### ASSIGNMENT
Line by line, check the data for the string "else" and state how many lines have it, nothing more.

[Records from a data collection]
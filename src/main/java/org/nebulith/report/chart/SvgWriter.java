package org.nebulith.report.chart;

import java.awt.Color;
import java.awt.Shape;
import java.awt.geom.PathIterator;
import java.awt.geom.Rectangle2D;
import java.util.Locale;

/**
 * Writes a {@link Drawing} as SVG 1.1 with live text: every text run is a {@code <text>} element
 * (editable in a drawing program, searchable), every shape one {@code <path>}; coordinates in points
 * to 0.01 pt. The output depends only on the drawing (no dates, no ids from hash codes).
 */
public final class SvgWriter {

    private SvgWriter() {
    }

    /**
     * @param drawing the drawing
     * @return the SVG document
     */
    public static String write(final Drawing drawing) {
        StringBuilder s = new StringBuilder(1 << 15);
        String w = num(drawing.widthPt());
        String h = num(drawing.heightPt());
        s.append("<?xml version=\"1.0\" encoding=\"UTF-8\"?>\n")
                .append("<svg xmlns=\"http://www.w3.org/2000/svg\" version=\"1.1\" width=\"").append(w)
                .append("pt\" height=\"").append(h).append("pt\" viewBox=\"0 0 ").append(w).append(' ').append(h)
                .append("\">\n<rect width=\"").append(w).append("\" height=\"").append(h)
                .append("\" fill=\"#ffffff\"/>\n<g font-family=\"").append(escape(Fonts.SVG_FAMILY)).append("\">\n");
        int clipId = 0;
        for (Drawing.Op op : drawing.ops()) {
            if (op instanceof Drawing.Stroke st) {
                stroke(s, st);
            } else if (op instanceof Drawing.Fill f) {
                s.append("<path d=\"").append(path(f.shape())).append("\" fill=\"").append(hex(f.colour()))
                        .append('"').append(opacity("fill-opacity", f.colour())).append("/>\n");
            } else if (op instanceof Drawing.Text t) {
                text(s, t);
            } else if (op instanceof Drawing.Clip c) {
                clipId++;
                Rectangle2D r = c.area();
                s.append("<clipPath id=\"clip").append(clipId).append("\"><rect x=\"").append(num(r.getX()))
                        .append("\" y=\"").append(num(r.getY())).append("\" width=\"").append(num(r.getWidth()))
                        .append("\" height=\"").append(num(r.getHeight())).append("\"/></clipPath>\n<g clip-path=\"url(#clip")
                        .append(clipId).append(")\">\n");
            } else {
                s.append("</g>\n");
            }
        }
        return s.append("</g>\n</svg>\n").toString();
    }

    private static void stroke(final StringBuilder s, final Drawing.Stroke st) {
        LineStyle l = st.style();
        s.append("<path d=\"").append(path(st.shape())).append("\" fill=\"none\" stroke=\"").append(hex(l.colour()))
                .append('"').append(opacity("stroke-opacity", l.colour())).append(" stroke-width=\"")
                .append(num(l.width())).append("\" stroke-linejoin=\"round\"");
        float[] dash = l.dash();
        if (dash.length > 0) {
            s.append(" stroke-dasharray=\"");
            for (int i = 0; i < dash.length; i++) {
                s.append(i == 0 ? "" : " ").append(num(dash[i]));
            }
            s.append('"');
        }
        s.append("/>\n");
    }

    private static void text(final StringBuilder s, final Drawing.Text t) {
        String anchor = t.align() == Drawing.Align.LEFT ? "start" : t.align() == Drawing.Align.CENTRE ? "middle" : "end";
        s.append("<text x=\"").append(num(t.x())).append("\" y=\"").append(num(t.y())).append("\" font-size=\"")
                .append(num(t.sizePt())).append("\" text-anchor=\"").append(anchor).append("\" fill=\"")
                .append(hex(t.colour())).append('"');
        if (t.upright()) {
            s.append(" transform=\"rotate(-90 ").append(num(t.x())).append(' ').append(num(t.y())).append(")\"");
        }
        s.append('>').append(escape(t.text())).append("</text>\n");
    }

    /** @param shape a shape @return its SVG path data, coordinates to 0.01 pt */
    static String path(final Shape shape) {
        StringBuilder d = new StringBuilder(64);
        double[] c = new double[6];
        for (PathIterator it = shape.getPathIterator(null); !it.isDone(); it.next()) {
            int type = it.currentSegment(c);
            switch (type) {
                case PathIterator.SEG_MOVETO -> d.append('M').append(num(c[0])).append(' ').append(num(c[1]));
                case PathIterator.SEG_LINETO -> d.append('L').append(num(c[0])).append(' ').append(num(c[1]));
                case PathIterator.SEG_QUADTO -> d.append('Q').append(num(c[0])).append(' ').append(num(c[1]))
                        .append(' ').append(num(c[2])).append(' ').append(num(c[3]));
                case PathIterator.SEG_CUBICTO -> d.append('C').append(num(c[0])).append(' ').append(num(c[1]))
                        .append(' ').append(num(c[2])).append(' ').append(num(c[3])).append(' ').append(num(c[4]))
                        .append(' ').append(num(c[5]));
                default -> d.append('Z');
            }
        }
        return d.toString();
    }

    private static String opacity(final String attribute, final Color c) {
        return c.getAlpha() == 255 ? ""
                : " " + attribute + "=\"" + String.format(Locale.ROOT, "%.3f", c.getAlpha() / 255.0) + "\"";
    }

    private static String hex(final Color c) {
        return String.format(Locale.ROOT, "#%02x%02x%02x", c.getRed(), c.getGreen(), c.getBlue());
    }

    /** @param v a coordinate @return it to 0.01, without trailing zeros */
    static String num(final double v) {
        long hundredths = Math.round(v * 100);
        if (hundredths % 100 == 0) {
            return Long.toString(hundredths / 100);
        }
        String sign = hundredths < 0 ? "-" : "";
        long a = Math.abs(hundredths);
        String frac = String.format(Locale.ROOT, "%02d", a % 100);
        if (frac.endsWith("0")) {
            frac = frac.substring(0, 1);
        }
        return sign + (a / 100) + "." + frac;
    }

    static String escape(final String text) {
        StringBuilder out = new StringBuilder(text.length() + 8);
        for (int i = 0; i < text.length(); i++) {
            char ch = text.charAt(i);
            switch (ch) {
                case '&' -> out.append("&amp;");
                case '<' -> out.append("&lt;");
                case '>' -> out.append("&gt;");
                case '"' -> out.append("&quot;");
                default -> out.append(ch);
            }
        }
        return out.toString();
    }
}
* * *
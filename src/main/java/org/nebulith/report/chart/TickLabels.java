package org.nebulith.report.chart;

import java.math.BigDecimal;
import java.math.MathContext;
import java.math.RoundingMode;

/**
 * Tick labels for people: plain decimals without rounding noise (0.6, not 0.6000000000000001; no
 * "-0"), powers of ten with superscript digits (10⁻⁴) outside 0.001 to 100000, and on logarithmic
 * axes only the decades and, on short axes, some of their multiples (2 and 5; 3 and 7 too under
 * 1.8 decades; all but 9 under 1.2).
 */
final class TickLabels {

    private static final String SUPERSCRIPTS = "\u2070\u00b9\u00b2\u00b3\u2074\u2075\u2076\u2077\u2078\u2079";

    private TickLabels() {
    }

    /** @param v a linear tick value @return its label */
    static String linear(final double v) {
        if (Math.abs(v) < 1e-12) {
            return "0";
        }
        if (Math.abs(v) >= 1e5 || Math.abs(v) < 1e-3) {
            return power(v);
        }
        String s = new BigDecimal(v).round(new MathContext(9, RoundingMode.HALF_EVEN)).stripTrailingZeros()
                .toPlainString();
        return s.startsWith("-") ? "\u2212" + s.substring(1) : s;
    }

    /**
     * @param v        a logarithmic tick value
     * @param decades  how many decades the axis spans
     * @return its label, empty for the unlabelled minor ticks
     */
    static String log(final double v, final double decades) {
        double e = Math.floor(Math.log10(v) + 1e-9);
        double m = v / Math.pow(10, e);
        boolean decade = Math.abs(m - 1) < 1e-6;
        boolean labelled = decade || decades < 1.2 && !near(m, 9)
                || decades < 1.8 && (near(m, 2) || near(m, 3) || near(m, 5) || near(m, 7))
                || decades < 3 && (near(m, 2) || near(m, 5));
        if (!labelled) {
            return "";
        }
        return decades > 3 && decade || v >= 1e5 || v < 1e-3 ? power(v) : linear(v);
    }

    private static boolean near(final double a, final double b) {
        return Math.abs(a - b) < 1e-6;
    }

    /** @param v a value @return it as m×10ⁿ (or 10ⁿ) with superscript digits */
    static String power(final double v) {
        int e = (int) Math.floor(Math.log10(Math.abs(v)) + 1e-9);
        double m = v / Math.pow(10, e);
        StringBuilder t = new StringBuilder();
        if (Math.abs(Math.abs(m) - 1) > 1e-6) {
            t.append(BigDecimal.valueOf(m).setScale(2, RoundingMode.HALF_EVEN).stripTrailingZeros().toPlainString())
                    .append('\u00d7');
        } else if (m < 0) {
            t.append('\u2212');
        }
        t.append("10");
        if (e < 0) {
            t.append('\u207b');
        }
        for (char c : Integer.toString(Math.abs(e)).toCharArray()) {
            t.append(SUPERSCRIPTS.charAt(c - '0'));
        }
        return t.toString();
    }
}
* * *
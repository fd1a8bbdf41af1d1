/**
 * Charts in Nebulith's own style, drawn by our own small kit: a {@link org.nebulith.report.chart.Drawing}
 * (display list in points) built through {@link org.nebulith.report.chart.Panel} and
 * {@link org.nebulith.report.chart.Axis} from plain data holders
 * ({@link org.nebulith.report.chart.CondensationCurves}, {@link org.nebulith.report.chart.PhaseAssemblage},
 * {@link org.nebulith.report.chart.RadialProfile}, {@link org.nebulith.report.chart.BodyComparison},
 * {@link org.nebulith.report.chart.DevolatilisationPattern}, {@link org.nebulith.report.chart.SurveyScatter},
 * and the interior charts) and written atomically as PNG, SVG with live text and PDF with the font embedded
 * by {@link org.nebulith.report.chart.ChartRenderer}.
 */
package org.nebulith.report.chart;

### WRITTEN RESPONSE
5